Setup a virtual environment and activate it

python -m venv <path/to/env>
source env

then activate it (Linux/Mac)

source </path/to/env>/bin/activate

and on windows cmd

./.venv/Scripts/Activate.bat

Finally, install the repressilator_analysis module into the virtual environment by running

python -m pip install -e .

Glossary

Protein — a molecule produced inside a cell by reading the instructions in a gene. Proteins carry out most of the cell's functions.

mRNA (messenger RNA) — the intermediate molecule that carries a gene's instructions from the DNA to the protein-making machinery, produced during transcription. When we say a protein is "expressed", we mean the cell is actively making mRNA and translating it into protein.

Transcription repressor — a protein that binds to a gene and reduces (represses) how much mRNA is produced from it.

Fluorescence — some proteins can be engineered to emit light of a specific colour when illuminated. This lets us track them in a living cell using a microscope.

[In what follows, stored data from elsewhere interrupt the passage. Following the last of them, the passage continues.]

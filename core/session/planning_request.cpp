// SPDX-License-Identifier: GPL-3.0-or-later
#include "core/session/planning_request.h"

#include "core/preference/model_of_protocol.h"
#include "core/random.h"

#include <algorithm>
#include <charconv>

namespace whichway {

std::shared_ptr<const PlanningProblem> planningProblemOf(const Protocol& protocol) {
    auto problem = std::make_shared<PlanningProblem>();
    problem->features = protocol.table.standardised;
    problem->model = responseModelOf(protocol);
    problem->settings = protocol.planning;
    problem->mainTrials = protocol.trials.main;
    return problem;
}

int rowOf(const Protocol& protocol, const std::string& motion) {
    const auto& names = protocol.table.motions;
    const auto found = std::find(names.begin(), names.end(), motion);
    return found == names.end() ? -1 : static_cast<int>(found - names.begin());
}

std::uint64_t planSeed(const SessionBegan& began, std::uint64_t id) {
    if (id > 1)
        return deriveSeed(began.seed, 1000 + id);
    std::uint64_t fromProtocol = 0;
    const std::string head = began.protocol.hash.substr(0, 16);
    std::from_chars(head.data(), head.data() + head.size(), fromProtocol, 16);
    return deriveSeed(fromProtocol, 1000 + id);
}

PlanRequest planRequestOf(const SessionBegan& began, std::span<const AnsweredTrial> answers,
                          std::span<const int> known, std::span<const NamedPair> pending, std::uint64_t id,
                          int batch) {
    const Protocol& protocol = began.protocol;
    const auto pairOf = [&](const std::string& left, const std::string& right) {
        return Pair{rowOf(protocol, left), rowOf(protocol, right)};
    };
    PlanRequest request{.id = id, .batch = batch, .seed = planSeed(began, id)};
    for (const AnsweredTrial& answer : answers)
        if (answer.kind == TrialKind::Main &&
            std::find(known.begin(), known.end(), answer.trial) != known.end())
            request.answered.push_back({.pair = pairOf(answer.left, answer.right), .answer = answer.answer});
    for (const NamedPair& pair : pending)
        request.pending.push_back(pairOf(pair.left, pair.right));
    for (const ScheduledTrial& trial : began.schedule) {
        if (trial.kind == TrialKind::Main)
            continue;
        const Pair pair = pairOf(trial.left, trial.right);
        if (pair.left >= 0 && pair.right >= 0 && pair.left != pair.right)
            request.reserved.push_back(pair.canonical());
    }
    std::sort(request.reserved.begin(), request.reserved.end());
    request.reserved.erase(std::unique(request.reserved.begin(), request.reserved.end()),
                           request.reserved.end());
    return request;
}

} // namespace whichway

Fluorescence arbitrary units (A.U.) — the raw intensity value recorded by the microscope camera. It is proportional to protein concentration but has no physical unit until calibrated.

Cytoplasm — the interior of a cell, excluding the nucleus.

Nucleus — the compartment inside the cell that contains DNA. The red fluorescent protein in this experiment is observed here.

Phase contrast — a microscopy technique that makes transparent cell structures visible without any dye, by exploiting differences in how light bends through different parts of the cell.

Ordinary differential equation (ODE) — an equation that describes how a quantity changes over time as a function of its current value.

Hill coefficient (n) — a parameter in the repressilator model that describes how sharply a repressor switches between "off" and "on". Higher values mean more switch-like behaviour.